Они вышли, а Владимир, не в силах ни о чём думать – ни о студебеккере, ни об убийстве связника, ни об откровениях Марлена, ни о признаниях Марины – прошёл к своей узкой солдатской кровати, быстро разделся, облегчённо улёгся, ощутив приятную прохладу простыни и наволочки, и сразу же погрузился в тяжёлый неглубокий сон. Не просыпаясь, он слышал, как к нему под бок, обхватив за грудь ручкой, такой же горячей, как у матери, забралась Жанна, как мать, задержавшаяся по надобности и вернувшаяся позже, пыталась оторвать её, а та сопротивлялась, отбивалась, и матери ничего не оставалось, как оставить их вместе. Раздосадованная Марина, предполагавшая быть на месте дочери, разозлилась, подумав, что даже дочь против неё, а тот, кому она призналась в любви, дрыхнет без задних ног, и лучше бы его убили, но тут же осеклась, переполненная жгучей и горькой неразделённой любовью.
- 10 –
Ранним утром, идя на работу задолго до начала смены, Владимир впервые увидел журавлиный клин. Сильный косой ветер ломал его, относя ослабевших птиц в сторону, но они, преодолевая усталость, упорно возвращались в строй, и только одна, окончательно потерявшая силы, косо ушла в сторону и почти упала вниз, вынужденная оставить улетавших сородичей. В одиночку ей предстоит трудное время и, может быть, гибель.
До прихода помощников он больше восстанавливал себя, чем машину, да и они после завершения гусиной истории появились не в лучшем состоянии, но, несмотря на это, а возможно, благодаря этому, работа у них заладилась, и до конца дня, редко прерываясь, чтобы не раскваситься, они закончили обновление студебеккера. Последнему очень мешала облезшая краска, но на складе её не было, не осталось уже и сил, и желания, и времени делать что-либо ещё, и Владимир, нечаянно вспомнив хорошо выкрашенные чемоданы на базаре у Ивана Ивановича, решил завтра с утра наведаться и, может быть, добыть немного нужной краски хотя бы для кабины.

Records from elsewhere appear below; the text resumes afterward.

package planarize

// This file implements the left-right planarity test of de Fraysseix and
// Rosenstiehl in the formulation of U. Brandes, "The Left-Right Planarity
// Test" (2009): a DFS orientation with lowpoints and nesting depths, a
// testing DFS that maintains a stack of conflict pairs of return-edge
// intervals, and an embedding DFS that turns the side of every back edge
// into a rotation system. All three depth-first searches are iterative.

// Embed tests the simple graph on n vertices with the given edges for
// planarity. If it is planar, Embed returns a combinatorial embedding whose
// edge i is edges[i]; otherwise it returns nil and false. The graph must not
// have loops or repeated pairs (see Simplify). It runs in O(n + m) time.
func Embed(n int, edges [][2]int32) (*Embedding, bool) {
	if n >= 3 && len(edges) > 3*n-6 {
		return nil, false // Euler's bound for simple planar graphs.
	}
	var t lr
	t.reset(n, edges)
	t.orient()
	if !t.test() {
		return nil, false
	}
	return t.embed(), true
}

// IsPlanar reports whether the simple graph is planar.
func IsPlanar(n int, edges [][2]int32) bool {
	if n >= 3 && len(edges) > 3*n-6 {
		return false
	}
	var t lr
	return t.isPlanar(n, edges)
}

// isPlanar runs the test reusing t's buffers, which makes the many small
// tests of the planar-subgraph search cheap.
func (t *lr) isPlanar(n int, edges [][2]int32) bool {
	if n >= 3 && len(edges) > 3*n-6 {
		return false
	}
	t.reset(n, edges)
	t.orient()
	return t.test()
}

// conflictPair holds two intervals of return edges that must lie on
// opposite sides; an interval is given by its lowest and highest edge, -1
// when empty.
type conflictPair struct {
	lLow, lHigh, rLow, rHigh int32
}

type lr struct {
	n     int
	edges [][2]int32

	adjStart []int32 // CSR of darts leaving each vertex
	adj      []int32

	height     []int32
	parentEdge []int32
	roots      []int32

	src, dst     []int32 // orientation of every edge
	lowpt        []int32
	lowpt2       []int32
	nesting      []int32
	ref          []int32
	side         []int8
	lowptEdge    []int32
	stackBottom  []int32
	outStart     []int32 // CSR of oriented out-edges, sorted by nesting depth
	out          []int32
	stack        []conflictPair
	vertexStack  []int32
	iter         []int32
	returnedFrom []bool
	count, byKey []int32 // counting-sort scratch
}

// grow returns s with length n, reusing its storage when it is big enough.
// New storage is at least twice the old, so that a buffer reused for a
// graph that grows by an edge at a time (the planar-subgraph search's) is
// not made again each time; a first use takes n exactly.
func grow[T any](s []T, n int) []T {
	if cap(s) >= n {
		return s[:n]
	}
	return make([]T, n, max(n, 2*cap(s)))
}

func (t *lr) reset(n int, edges [][2]int32) {
	m := len(edges)
	t.n, t.edges = n, edges
	t.adjStart = grow(t.adjStart, n+1)
	clear(t.adjStart)
	for _, e := range edges {
		t.adjStart[e[0]+1]++
		t.adjStart[e[1]+1]++
	}
	for v := 1; v <= n; v++ {
		t.adjStart[v] += t.adjStart[v-1]
	}
	t.adj = grow(t.adj, 2*m)
	t.iter = grow(t.iter, n)
	pos := t.iter
	copy(pos, t.adjStart[:n])
	for i, e := range edges {
		t.adj[pos[e[0]]] = int32(2 * i)
		pos[e[0]]++
		t.adj[pos[e[1]]] = int32(2*i + 1)
		pos[e[1]]++
	}
	t.height = grow(t.height, n)
	t.parentEdge = grow(t.parentEdge, n)
	t.src = grow(t.src, m)
	t.dst = grow(t.dst, m)
	t.lowpt = grow(t.lowpt, m)
	t.lowpt2 = grow(t.lowpt2, m)
	t.nesting = grow(t.nesting, m)
	t.ref = grow(t.ref, m)
	t.side = grow(t.side, m)
	t.lowptEdge = grow(t.lowptEdge, m)
	t.stackBottom = grow(t.stackBottom, m)
	t.returnedFrom = grow(t.returnedFrom, n)
	clear(t.returnedFrom)
	t.outStart = grow(t.outStart, n+1)
	t.out = grow(t.out, m)
	t.roots = t.roots[:0]
	t.stack = t.stack[:0]
}

func (t *lr) head(d int32) int32 { return t.edges[d>>1][1-d&1] }

// orient is the first DFS: it orients every edge away from the root (tree
// edges downwards, back edges towards ancestors) and computes heights,
// lowpoints and nesting depths.
func (t *lr) orient() {
	for v := range t.height {
		t.height[v] = -1
		t.parentEdge[v] = -1
	}
	for e := range t.src {
		t.src[e] = -1
	}
	copy(t.iter, t.adjStart[:t.n])
	stack := t.vertexStack[:0]
	for s := int32(0); int(s) < t.n; s++ {
		if t.height[s] >= 0 {
			continue
		}
		t.height[s] = 0
		t.roots = append(t.roots, s)
		stack = append(stack, s)
		for len(stack) > 0 {
			v := stack[len(stack)-1]
			if t.iter[v] < t.adjStart[v+1] {
				d := t.adj[t.iter[v]]
				t.iter[v]++
				e := d >> 1
				if t.src[e] >= 0 {
					continue
				}
				w := t.head(d)
				t.src[e], t.dst[e] = v, w
				t.lowpt[e], t.lowpt2[e] = t.height[v], t.height[v]
				if t.height[w] < 0 {
					t.parentEdge[w] = e
					t.height[w] = t.height[v] + 1
					stack = append(stack, w)
				} else {
					t.lowpt[e] = t.height[w]
					t.finishOrient(e, v)
				}
				continue
			}
			stack = stack[:len(stack)-1]
			if pe := t.parentEdge[v]; pe >= 0 {
				t.finishOrient(pe, t.src[pe])
			}
		}
	}
	t.vertexStack = stack
}

// finishOrient sets the nesting depth of e, an out-edge of v whose lowpoints
// are final, and passes its lowpoints up to the parent edge of v.
func (t *lr) finishOrient(e, v int32) {
	t.nesting[e] = 2 * t.lowpt[e]
	if t.lowpt2[e] < t.height[v] {
		t.nesting[e]++ // chordal: returns to two different heights
	}
	p := t.parentEdge[v]
	if p < 0 {
		return
	}
	switch {
	case t.lowpt[e] < t.lowpt[p]:
		t.lowpt2[p] = min(t.lowpt[p], t.lowpt2[e])
		t.lowpt[p] = t.lowpt[e]
	case t.lowpt[e] > t.lowpt[p]:
		t.lowpt2[p] = min(t.lowpt2[p], t.lowpt[e])
	default:
		t.lowpt2[p] = min(t.lowpt2[p], t.lowpt2[e])
	}
}

// sortOut builds the out-edge lists ordered by key (non-decreasing), with
// a counting sort over keys in [0, span).
func (t *lr) sortOut(key func(e int32) int32, span int) {
	m := len(t.edges)
	t.count = grow(t.count, span+1)
	cnt := t.count
	clear(cnt)
	for e := range m {
		cnt[key(int32(e))+1]++
	}
	for k := 1; k <= span; k++ {
		cnt[k] += cnt[k-1]
	}
	t.byKey = grow(t.byKey, m)
	byKey := t.byKey
	for e := range m {
		k := key(int32(e))
		byKey[cnt[k]] = int32(e)
		cnt[k]++
	}
	clear(t.outStart)
	for e := range m {
		t.outStart[t.src[e]+1]++
	}
	for v := 1; v <= t.n; v++ {
		t.outStart[v] += t.outStart[v-1]
	}
	pos := t.iter
	copy(pos, t.outStart[:t.n])
	for _, e := range byKey {
		s := t.src[e]
		t.out[pos[s]] = e
		pos[s]++
	}
}

// test is the second DFS; it returns false as soon as the constraints on
// the sides of the back edges are contradictory, which by the left-right
// criterion means the graph is not planar.
func (t *lr) test() bool {
	m := len(t.edges)
	t.sortOut(func(e int32) int32 { return t.nesting[e] }, 2*t.n+2)
	for e := range m {
		t.ref[e] = -1
		t.side[e] = 1
	}
	copy(t.iter, t.outStart[:t.n])
	stack := t.vertexStack[:0]
	defer func() { t.vertexStack = stack[:0] }()
	for _, s := range t.roots {
		stack = append(stack, s)
		for len(stack) > 0 {
			v := stack[len(stack)-1]
			if t.returnedFrom[v] {
				t.returnedFrom[v] = false
				if !t.integrate(v, t.out[t.iter[v]]) {
					return false
				}
				t.iter[v]++
				continue
			}
			if t.iter[v] == t.outStart[v+1] {
				stack = stack[:len(stack)-1]
				t.finishTest(v)
				continue
			}
			ei := t.out[t.iter[v]]
			t.stackBottom[ei] = int32(len(t.stack))
			if w := t.dst[ei]; t.parentEdge[w] == ei {
				t.returnedFrom[v] = true
				stack = append(stack, w)
				continue
			}
			t.lowptEdge[ei] = ei
			t.stack = append(t.stack, conflictPair{-1, -1, ei, ei})
			if !t.integrate(v, ei) {
				return false
			}
			t.iter[v]++
		}
	}
	return true
}

// integrate adds the return edges of ei, an out-edge of v whose subtree is
// done, to the constraints of the parent edge of v.
func (t *lr) integrate(v, ei int32) bool {
	if t.lowpt[ei] >= t.height[v] {
		return true // no return edge below v
	}
	e := t.parentEdge[v]
	if ei == t.out[t.outStart[v]] {
		t.lowptEdge[e] = t.lowptEdge[ei]
		return true
	}
	return t.addConstraints(ei, e)
}

func emptyL(p conflictPair) bool { return p.lLow < 0 && p.lHigh < 0 }
func emptyR(p conflictPair) bool { return p.rLow < 0 && p.rHigh < 0 }

func swapSides(p *conflictPair) {
	p.lLow, p.rLow = p.rLow, p.lLow
	p.lHigh, p.rHigh = p.rHigh, p.lHigh
}

func (t *lr) conflicting(high, b int32) bool {
	return high >= 0 && t.lowpt[high] > t.lowpt[b]
}

func (t *lr) pop() conflictPair {
	p := t.stack[len(t.stack)-1]
	t.stack = t.stack[:len(t.stack)-1]
	return p
}

func (t *lr) addConstraints(ei, e int32) bool {
	p := conflictPair{-1, -1, -1, -1}
	// Merge the return edges of ei into p's right interval.
	for {
		q := t.pop()
		if !emptyL(q) {
			swapSides(&q)
		}
		if !emptyL(q) {
			return false
		}
		if t.lowpt[q.rLow] > t.lowpt[e] {
			if emptyR(p) {
				p.rHigh = q.rHigh
			} else {
				t.ref[p.rLow] = q.rHigh
			}
			p.rLow = q.rLow
		} else {
			t.ref[q.rLow] = t.lowptEdge[e] // aligned with the lowest return edge of e
		}
		if int32(len(t.stack)) == t.stackBottom[ei] {
			break
		}
	}
	// Merge the conflicting return edges of earlier siblings into p.L.
	for len(t.stack) > 0 {
		top := t.stack[len(t.stack)-1]
		if !t.conflicting(top.lHigh, ei) && !t.conflicting(top.rHigh, ei) {
			break
		}
		q := t.pop()
		if t.conflicting(q.rHigh, ei) {
			swapSides(&q)
		}
		if t.conflicting(q.rHigh, ei) {
			return false
		}
		if p.rLow >= 0 {
			t.ref[p.rLow] = q.rHigh
		}
		if q.rLow >= 0 {
			p.rLow = q.rLow
		}
		if emptyL(p) {
			p.lHigh = q.lHigh
		} else {
			t.ref[p.lLow] = q.lHigh
		}
		p.lLow = q.lLow
	}
	if !emptyL(p) || !emptyR(p) {
		t.stack = append(t.stack, p)
	}
	return true
}

func (t *lr) lowest(p conflictPair) int32 {
	switch {
	case emptyL(p):
		return t.lowpt[p.rLow]
	case emptyR(p):
		return t.lowpt[p.lLow]
	}
	return min(t.lowpt[p.lLow], t.lowpt[p.rLow])
}

// finishTest runs when the subtree of v is done: back edges returning to
// the parent of v are dropped from the constraints, and the parent edge of v
// learns the side of its highest return edge.
func (t *lr) finishTest(v int32) {
	e := t.parentEdge[v]
	if e < 0 {
		return
	}
	u := t.src[e]
	t.trimBackEdges(u)
	if t.lowpt[e] < t.height[u] {
		top := t.stack[len(t.stack)-1]
		hl, hr := top.lHigh, top.rHigh
		if hl >= 0 && (hr < 0 || t.lowpt[hl] > t.lowpt[hr]) {
			t.ref[e] = hl
		} else {
			t.ref[e] = hr
		}
	}
}

func (t *lr) trimBackEdges(u int32) {
	hu := t.height[u]
	for len(t.stack) > 0 && t.lowest(t.stack[len(t.stack)-1]) == hu {
		p := t.pop()
		if p.lLow >= 0 {
			t.side[p.lLow] = -1
		}
	}
	if len(t.stack) == 0 {
		return
	}
	p := t.pop()
	for p.lHigh >= 0 && t.dst[p.lHigh] == u {
		p.lHigh = t.ref[p.lHigh]
	}
	if p.lHigh < 0 && p.lLow >= 0 {
		t.ref[p.lLow] = p.rLow
		t.side[p.lLow] = -1
		p.lLow = -1
	}
	for p.rHigh >= 0 && t.dst[p.rHigh] == u {
		p.rHigh = t.ref[p.rHigh]
	}
	if p.rHigh < 0 && p.rLow >= 0 {
		t.ref[p.rLow] = p.lLow
		t.side[p.rLow] = -1
		p.rLow = -1
	}
	t.stack = append(t.stack, p)
}

// sign resolves the side of e relative to the root of its reference chain,
// iteratively so that long chains cannot exhaust the stack.
func (t *lr) sign(e int32, chain []int32) ([]int32, int8) {
	chain = append(chain[:0], e)
	for x := e; t.ref[x] >= 0; {
		x = t.ref[x]
		chain = append(chain, x)
	}
	for i := len(chain) - 2; i >= 0; i-- {
		x := chain[i]
		t.side[x] *= t.side[chain[i+1]]
		t.ref[x] = -1
	}
	return chain, t.side[e]
}

// dartFrom returns the dart of edge e that leaves x.
func (t *lr) dartFrom(e, x int32) int32 {
	if t.edges[e][0] == x {
		return 2 * e
	}
	return 2*e + 1
}

// embed is the third DFS: with every back edge's side known, it orders the
// out-edges of each vertex from left to right (by signed nesting depth) and
// inserts each back edge at its ancestor next to the tree edge it returns
// through: right edges directly after it, left edges before the leftmost
// one inserted so far. Seen from below (the parent edge at the bottom),
// left to right is clockwise; the rotation stored is counter-clockwise.
func (t *lr) embed() *Embedding {
	m := len(t.edges)
	var chain []int32
	for e := range m {
		var s int8
		chain, s = t.sign(int32(e), chain)
		t.nesting[e] *= int32(s)
	}
	// Nesting depths lie in [0, 2n), so signed ones in (-2n, 2n).
	offset := int32(2 * t.n)
	t.sortOut(func(e int32) int32 { return t.nesting[e] + offset }, 4*t.n+1)

	emb := &Embedding{
		edges: append([][2]int32(nil), t.edges...), // the caller keeps its slice
		next:  make([]int32, 2*m),
		prev:  make([]int32, 2*m),
		first: make([]int32, t.n),
		deg:   make([]int32, t.n),
	}
	// Clockwise: parent dart, then out-darts left to right. Link it as a
	// counter-clockwise cycle: parent, out_k, ..., out_1.
	link := func(a, b int32) { emb.next[a] = b; emb.prev[b] = a } // b follows a ccw
	for v := int32(0); int(v) < t.n; v++ {
		emb.first[v] = -1
		last := int32(-1) // most recently linked dart in ccw order
		start := int32(-1)
		if pe := t.parentEdge[v]; pe >= 0 {
			start = t.dartFrom(pe, v)
			last = start
		}
		for i := t.outStart[v+1] - 1; i >= t.outStart[v]; i-- {
			d := t.dartFrom(t.out[i], v)
			if last < 0 {
				start = d
			} else {
				link(last, d)
			}
			last = d
		}
		if start >= 0 {
			link(last, start)
			emb.first[v] = start
		}
	}
	leftRef := make([]int32, t.n)
	rightRef := make([]int32, t.n)
	copy(t.iter, t.outStart[:t.n])
	stack := t.vertexStack[:0]
	insertBefore := func(d, at int32) { // d goes ccw right before at
		p := emb.prev[at]
		link(p, d)
		link(d, at)
	}
	insertAfter := func(d, at int32) {
		n := emb.next[at]
		link(at, d)
		link(d, n)
	}
	for _, s := range t.roots {
		stack = append(stack, s)
		for len(stack) > 0 {
			v := stack[len(stack)-1]
			if t.iter[v] == t.outStart[v+1] {
				stack = stack[:len(stack)-1]
				continue
			}
			ei := t.out[t.iter[v]]
			t.iter[v]++
			w := t.dst[ei]
			if t.parentEdge[w] == ei {
				d := t.dartFrom(ei, v)
				leftRef[v], rightRef[v] = d, d
				stack = append(stack, w)
				continue
			}
			b := t.dartFrom(ei, w) // the back edge's dart at its ancestor w
			if t.side[ei] == 1 {
				insertBefore(b, rightRef[w]) // clockwise right after
			} else {
				insertAfter(b, leftRef[w]) // clockwise right before
				leftRef[w] = b
			}
		}
	}
	t.vertexStack = stack[:0]
	for _, e := range t.edges {
		emb.deg[e[0]]++
		emb.deg[e[1]]++
	}
	return emb
}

Домой возвращался в сумерках, пытливо вглядываясь во встречных, хотя и знал, что новому связному быть рано. Тётя Маша сытно накормила горячей картошкой с молоком и со шкварками, и он, отдав ей хлебную карточку и деньги, с удовольствием, не стесняясь, заедал всё вкусным чёрным хлебом. Марина была на работе и, поскольку не вернулась днём, значит, прощена евреем. Хорошо, что вернётся поздно, потому что он не знал, как себя вести с ней теперь, не испытывая к ней ожидаемого ответного чувства и даже немного презирая за душевную нечистоплотность, которую она не пыталась скрыть от любимого человека, считая, очевидно, что жить надо так, как хочется и как удаётся, а не как требуют какие-то сдерживающие моральные условия и приличия, придуманные неудачниками. Владимир вместе с Жанной с одинаковым неподдельным любопытством прочитали захватывающий боевик про русского Колобка, обменялись впечатлениями, причём истинная дочь практичной матери с уверенностью заявила, что она, если бы попался, точно его съела, и разошлись на этот раз по своим кроватям. Дядя Лёша, снабжённый обещанным призом, поспешно удалился за пивом, тётя Маша, успокоенная хорошим состоянием раны, обработанной марининым одеколоном и перевязанной Владимиром заново чистым бинтом, возилась на кухне с чугунками, поджидая мужа, и никто не мешал отдаться, наконец, всё залечивающему сну.